# Lick detection
The lick detection module is based on a simple transistor design (Slotnick 2009), we modified the design to allow the detection of 2 lick spouts in the same module. Additionally, we added a DC-DC converter to isolate the circuit from the power source and added a 5V voltage regulator after the relays to have a TTL signal at the output of both circuits.
The module was designed this way to enable a specific task that require the use of two spouts, but it can also be used in a one spout setting (e.g count the number of licks during a task). Below is an example of a setup using two lick spouts during a decision making task developed by one member of the BRAIN CoGS team.
# Two lick detection module assembly
Have the PCB fabricated here (opens new window) (or download the GERBER files and have it made elsewhere). The step by step instructions to solder the components on the solenoid valve driver from the control module can be used as well for this module, making sure to use the appropiate components and placing them as labeled in the PCB.
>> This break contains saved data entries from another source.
import { describe, expect, it } from 'vitest';
import { HISTORY_PER_LEVEL, lastPerLevel, previousPeriod } from './multirule-history.ts';

describe('previousPeriod', () => {
  it('when given a month, then the calendar month before it, across a year end too', () => {
    expect(previousPeriod('2026-03')).toBe('2026-02');
    expect(previousPeriod('2026-10')).toBe('2026-09');
    expect(previousPeriod('2026-01')).toBe('2025-12');
  });
});

describe('lastPerLevel', () => {
  it('when a level has more values than 10-x looks back, then only its latest ones are kept, in order', () => {
    // 10-x is the longest multirule window (Westgard et al. 1981): ten consecutive values.
    expect(HISTORY_PER_LEVEL).toBe(10);
    const points = Array.from({ length: 25 }, (_, i) => ({ level: i % 5 === 0 ? 2 : 1, z: i }));
    const kept = lastPerLevel(points);
    expect(kept.filter((p) => p.level === 1).map((p) => p.z)).toEqual(
      [11, 12, 13, 14, 16, 17, 18, 19, 21, 22, 23, 24].slice(-10),
    );
    expect(kept.filter((p) => p.level === 2).map((p) => p.z)).toEqual([0, 5, 10, 15, 20]);
    expect(kept.map((p) => p.z)).toEqual([...kept.map((p) => p.z)].sort((a, b) => a - b));
  });
});
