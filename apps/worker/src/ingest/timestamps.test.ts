import { describe, expect, it } from 'vitest';
import fc from 'fast-check';
import { parseAnyForm, parseMeasuredAt } from './timestamps.ts';

describe('parseMeasuredAt', () => {
  it('when a date and time have no zone, then they are read as UTC and the month is the written one', () => {
    expect(parseMeasuredAt('2026-03-04T07:30')).toEqual({
      ms: Date.UTC(2026, 2, 4, 7, 30),
      period: '2026-03',
    });
    expect(parseMeasuredAt('2026-03-04 07:30:15')).toEqual({
      ms: Date.UTC(2026, 2, 4, 7, 30, 15),
      period: '2026-03',
    });
    expect(parseMeasuredAt('2026-03-04')).toEqual({ ms: Date.UTC(2026, 2, 4), period: '2026-03' });
  });

  it('when a zone is given, then the instant honours it but the period stays the written month', () => {
    // 2026-03-31T23:30 at +02:00 is 21:30 UTC the same day; at -05:00 it is April 1 in UTC.
    expect(parseMeasuredAt('2026-03-31T23:30:00-05:00')).toEqual({
      ms: Date.UTC(2026, 3, 1, 4, 30),
      period: '2026-03',
    });
    expect(parseMeasuredAt('2026-03-31T23:30:00.250+0200')).toEqual({
      ms: Date.UTC(2026, 2, 31, 21, 30, 0, 250),
      period: '2026-03',
    });
    expect(parseMeasuredAt('2026-03-31T23:30Z')).toEqual({
      ms: Date.UTC(2026, 2, 31, 23, 30),
      period: '2026-03',
    });
  });

  it('when the date does not exist or is not ISO 8601, then the problem is named', () => {
    expect(parseMeasuredAt('2026-02-30')).toEqual({ problem: expect.stringMatching(/2026-02 has 28 days/) });
    expect(parseMeasuredAt('2026-13-01')).toEqual({ problem: expect.stringMatching(/month 13/) });
    expect(parseMeasuredAt('04/03/2026')).toEqual({ problem: expect.stringMatching(/ISO 8601/) });
    expect(parseMeasuredAt('2026-03-04T25:00')).toEqual({ problem: expect.stringMatching(/time of day/) });
  });
});

describe('parseMeasuredAt, quick reading of the common forms', () => {
  it('when a value is close to a common form, then the result equals the general parser’s (property test)', () => {
    // Characters and lengths around YYYY-MM-DD[T| ]HH:MM[:SS][Z], with out-of-range days, months and times,
    // leap years, lower-case letters, spaces and years below 1000.
    const pick = (...options: string[]) => fc.constantFrom(...options);
    const two = (max: number) => fc.integer({ min: 0, max }).map((n) => String(n).padStart(2, '0'));
    const value = fc
      .tuple(
        pick('2026', '2024', '2000', '1900', '2100', '0999', '0004', '0000', '1000', '9999', '20x6'),
        pick('-', '/'),
        two(13),
        pick('-'),
        two(32),
        pick('', 'T', 't', ' ', 'X', '  '),
        two(25),
        pick(':', ''),
        two(61),
        pick('', ':'),
        two(61),
        pick('', 'Z', 'z', '+01:00', '.5', ' Z', 'Q'),
      )
      .chain((parts) =>
        fc.integer({ min: 7, max: 30 }).map((cut) => {
          const [y, s1, mo, s2, d, sep, h, c1, mi, c2, sec, zone] = parts;
          const full =
            sep === ''
              ? `${y}${s1}${mo}${s2}${d}${zone}`
              : `${y}${s1}${mo}${s2}${d}${sep}${h}${c1}${mi}${c2}${sec}${zone}`;
          return cut >= 28 ? full : full.slice(0, cut);
        }),
      );
    fc.assert(
      fc.property(value, (text) => {
        expect(parseMeasuredAt(text)).toEqual(parseAnyForm(text));
      }),
      { numRuns: 20000 },
    );
    // February 29 around the leap-year rules, and years 0–99 (read by Date.UTC as 1900–1999).
    for (const year of ['0000', '0004', '0100', '1900', '2000', '2024', '2100']) {
      for (const text of [`${year}-02-29`, `${year}-02-29T12:00:00Z`, `${year}-12-31 23:59`]) {
        expect(parseMeasuredAt(text)).toEqual(parseAnyForm(text));
      }
    }
  });
});
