/**
 * measured_at cells: ISO 8601 dates with an optional time and zone, "T" or a space between date and
 * time — 2026-03-04, 2026-03-04T07:30, 2026-03-04 07:30:15, 2026-03-04T07:30:15.250+01:00, …Z.
 * A time without a zone is taken as UTC. The period is the month of the date as written (the lab's own
 * calendar day), so a value measured late on the last day of a month stays in that month.
 */
const ISO =
  /^(\d{4})-(\d{2})-(\d{2})(?:[T ](\d{2}):(\d{2})(?::(\d{2})(?:\.(\d{1,9}))?)?)?\s*(Z|[+-]\d{2}:?\d{2})?$/i;

export type MeasuredAt = { ms: number; period: string };

export function parseMeasuredAt(text: string): MeasuredAt | { problem: string } {
  return parseCommonForm(text.trim()) ?? parseAnyForm(text);
}

/** The general parser: every form the ISO pattern above allows, with a worded problem otherwise. */
export function parseAnyForm(text: string): MeasuredAt | { problem: string } {
  const match = ISO.exec(text.trim());
  if (!match) {
    return {
      problem: `"${text}" is not a date and time in ISO 8601 form (e.g. 2026-03-04T07:30 or 2026-03-04)`,
    };
  }
  const [, y, mo, d, h = '0', mi = '0', s = '0', fraction = '', zone] = match;
  const year = Number(y);
  const month = Number(mo);
  const day = Number(d);
  const hour = Number(h);
  const minute = Number(mi);
  const second = Number(s);
  if (month < 1 || month > 12) return { problem: `"${text}" has month ${mo}, which does not exist` };
  const daysInMonth = new Date(Date.UTC(year, month, 0)).getUTCDate();
  if (day < 1 || day > daysInMonth)
    return { problem: `"${text}" has day ${d}, but ${y}-${mo} has ${daysInMonth} days` };
  if (hour > 23 || minute > 59 || second > 59)
    return { problem: `"${text}" has a time of day that does not exist` };
  let offsetMinutes = 0;
  if (zone && zone.toUpperCase() !== 'Z') {
    const sign = zone.startsWith('-') ? -1 : 1;
    const digits = zone.slice(1).replace(':', '');
    offsetMinutes = sign * (Number(digits.slice(0, 2)) * 60 + Number(digits.slice(2, 4)));
  }
  const millis = fraction ? Math.round(Number(`0.${fraction}`) * 1000) : 0;
  const ms = Date.UTC(year, month - 1, day, hour, minute, second, millis) - offsetMinutes * 60_000;
  return { ms, period: `${y}-${mo}` };
}

const ZERO = 48;
const digit = (t: string, at: number) => t.charCodeAt(at) - ZERO;
const isDigit = (t: string, at: number) => {
  const d = t.charCodeAt(at) - ZERO;
  return d >= 0 && d <= 9;
};
const DATE_DIGITS = [0, 1, 2, 3, 5, 6, 8, 9];
const DAYS_IN_MONTH = [31, 28, 31, 30, 31, 30, 31, 31, 30, 31, 30, 31];

/**
 * The forms nearly every file uses — YYYY-MM-DD, optionally with "T" (or "t", or a space) and HH:MM or
 * HH:MM:SS, optionally "Z" — read without the regular expression, for years 1000–9999. Anything else,
 * and any value out of range, gives null and goes through the general parser, which words the problem;
 * for the forms read here both give the same result.
 */
function parseCommonForm(t: string): MeasuredAt | null {
  const length = t.length;
  if (length !== 10 && length !== 16 && length !== 17 && length !== 19 && length !== 20) return null;
  for (const at of DATE_DIGITS) if (!isDigit(t, at)) return null;
  if (t.charCodeAt(4) !== 45 || t.charCodeAt(7) !== 45) return null; // "-"
  let hour = 0;
  let minute = 0;
  let second = 0;
  if (length > 10) {
    const separator = t.charCodeAt(10);
    if (separator !== 84 && separator !== 116 && separator !== 32) return null; // "T", "t", " "
    if (!isDigit(t, 11) || !isDigit(t, 12) || t.charCodeAt(13) !== 58 || !isDigit(t, 14) || !isDigit(t, 15))
      return null;
    hour = digit(t, 11) * 10 + digit(t, 12);
    minute = digit(t, 14) * 10 + digit(t, 15);
    let end = 16;
    if (length >= 19) {
      if (t.charCodeAt(16) !== 58 || !isDigit(t, 17) || !isDigit(t, 18)) return null;
      second = digit(t, 17) * 10 + digit(t, 18);
      end = 19;
    }
    if (end < length) {
      const zone = t.charCodeAt(end);
      if ((zone !== 90 && zone !== 122) || end + 1 !== length) return null; // "Z", "z"
    }
  }
  const year = digit(t, 0) * 1000 + digit(t, 1) * 100 + digit(t, 2) * 10 + digit(t, 3);
  const month = digit(t, 5) * 10 + digit(t, 6);
  const day = digit(t, 8) * 10 + digit(t, 9);
  if (year < 1000 || month < 1 || month > 12 || hour > 23 || minute > 59 || second > 59) return null;
  const leap = (year % 4 === 0 && year % 100 !== 0) || year % 400 === 0;
  const daysInMonth = month === 2 && leap ? 29 : DAYS_IN_MONTH[month - 1];
  if (day < 1 || day > daysInMonth) return null;
  return { ms: Date.UTC(year, month - 1, day, hour, minute, second, 0), period: t.slice(0, 7) };
}
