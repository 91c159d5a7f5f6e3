/**
 * measured_at cells: ISO 8601 dates with an optional time and zone, "T" or a space between date and
 * time — 2026-03-04, 2026-03-04T07:30, 2026-03-04 07:30:15, 2026-03-04T07:30:15.250+01:00, …Z.
 * A time without a zone is taken as UTC. The period is the month of the date as written (the lab's own
 * calendar day), so a value measured late on the last day of a month stays in that month.
 */
const ISO =
  /^(\d{4})-(\d{2})-(\d{2})(?:[T ](\d{2}):(\d{2})(?::(\d{2})(?:\.(\d{1,9}))?)?)?\s*(Z|[+-]\d{2}:?\d{2})?$/i;

export type MeasuredAt = { ms: number; period: string };

export function parseMeasuredAt(text: string): MeasuredAt | { problem: string } {
  const match = ISO.exec(text.trim());
  if (!match) {
    return {
      problem: `"${text}" is not a date and time in ISO 8601 form (e.g. 2026-03-04T07:30 or 2026-03-04)`,
    };
  }
  const [, y, mo, d, h = '0', mi = '0', s = '0', fraction = '', zone] = match;
  const year = Number(y);
  const month = Number(mo);
  const day = Number(d);
  const hour = Number(h);
  const minute = Number(mi);
  const second = Number(s);
  if (month < 1 || month > 12) return { problem: `"${text}" has month ${mo}, which does not exist` };
  const daysInMonth = new Date(Date.UTC(year, month, 0)).getUTCDate();
  if (day < 1 || day > daysInMonth)
    return { problem: `"${text}" has day ${d}, but ${y}-${mo} has ${daysInMonth} days` };
  if (hour > 23 || minute > 59 || second > 59)
    return { problem: `"${text}" has a time of day that does not exist` };
  let offsetMinutes = 0;
  if (zone && zone.toUpperCase() !== 'Z') {
    const sign = zone.startsWith('-') ? -1 : 1;
    const digits = zone.slice(1).replace(':', '');
    offsetMinutes = sign * (Number(digits.slice(0, 2)) * 60 + Number(digits.slice(2, 4)));
  }
  const millis = fraction ? Math.round(Number(`0.${fraction}`) * 1000) : 0;
  const ms = Date.UTC(year, month - 1, day, hour, minute, second, millis) - offsetMinutes * 60_000;
  return { ms, period: `${y}-${mo}` };
}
| Label | Part No. | Description |
|---|---|---|
| R1, R2, R4, R5 | AC1206FR-0710ML (opens new window) | 10M Ohm resistors |
| R3, R6 | AC1206FR-0747KL (opens new window) | 47K Ohm resistors |
| R7, R8 | AC1206FR-0710KL (opens new window) | 10K Ohm resistors |
| T1, T2, T3, T4 | MMBT2222LT1G (opens new window) | BJT Transistor NPN |
| 8L61-12-011 (2) | 8L61-12-011 (opens new window) | Relay reed SPDT 250MA 12V |
| U2 | UA78L05ACPKE6 (opens new window) | Linear Voltage Regulator |
| No label (middle big square) | TRS 2-2412 (opens new window) | Isolated Module DC DC Converter |
| C1 | CL31B475KBHNNNE (opens new window) | 4.7 µF Ceramic Capacitor |
| C2 | CL31C151JBCNNNC (opens new window) | 150 pF Ceramic Capacitor |
| 22 micro | IFSC1008ABER220M01 (opens new window) | 22 µH Shielded Inductor |
After assemblying the module, place the labels as shown in the picture below.
The description of each pin of the lick detector module can be found in the table below.
| PIN | Description |
|---|---|
| 1. GROUND | Input - ground |
| 2. 24V | Input - 24V DC |
| 3. OUT LEFT | Output - TTL output pin for the left spout |
| 4. OUT RIGHT | Output - TTL output pin for the right spout |
| 5. RIGHT SPOUT | Input - Connect the right spout to this pin |
| 6. LEFT SPOUT | Input - Connect the left spout to this pin |
| 7. HEADPLATE | Input - Connect the headplate to this pin |
| 8. COMMON | Input - Connect the ground from the NiDAQ (or any acquisition device) to this pin |
# Soldering a cable to the feeding spout and headplate holder
Use sandpaper to remove the outer layer of the stainless steel spout at one of the sides if the luer lock connector (as far as possible from the connector tip), do the same with the headplate (wherever you want to place the cable, we recommend to use the arm without the tapped hole to fit a heat shrinkable tube).
Clean the sanded surface with isopropyl alcohol and let it dry. In the meantime, prepare the coaxial cable (we recommend a 26 (opens new window) or 28 (opens new window) AWG coaxial cable like these ones ) by removing the jacket and the shield, then expose the conductor by removing a portion of the insulation material. Repeat the process on the other end of the cable.
Drop a small drop of flux in the sanded surface and place the tip of the solder iron over the flux - the tip might stick to the stainless steel, that's normal - continue heating the surface and use soldering wire (we found lead works best) to solder the coaxial cable to the spout and headplate.
Use heat shrinkable tube to cover the soldering spot.
To close the circuit for detection, you need a contact in the mice body. We solder a lead (repeating steps 1-4) at the headplate holder, but that can be adjusted on different setups.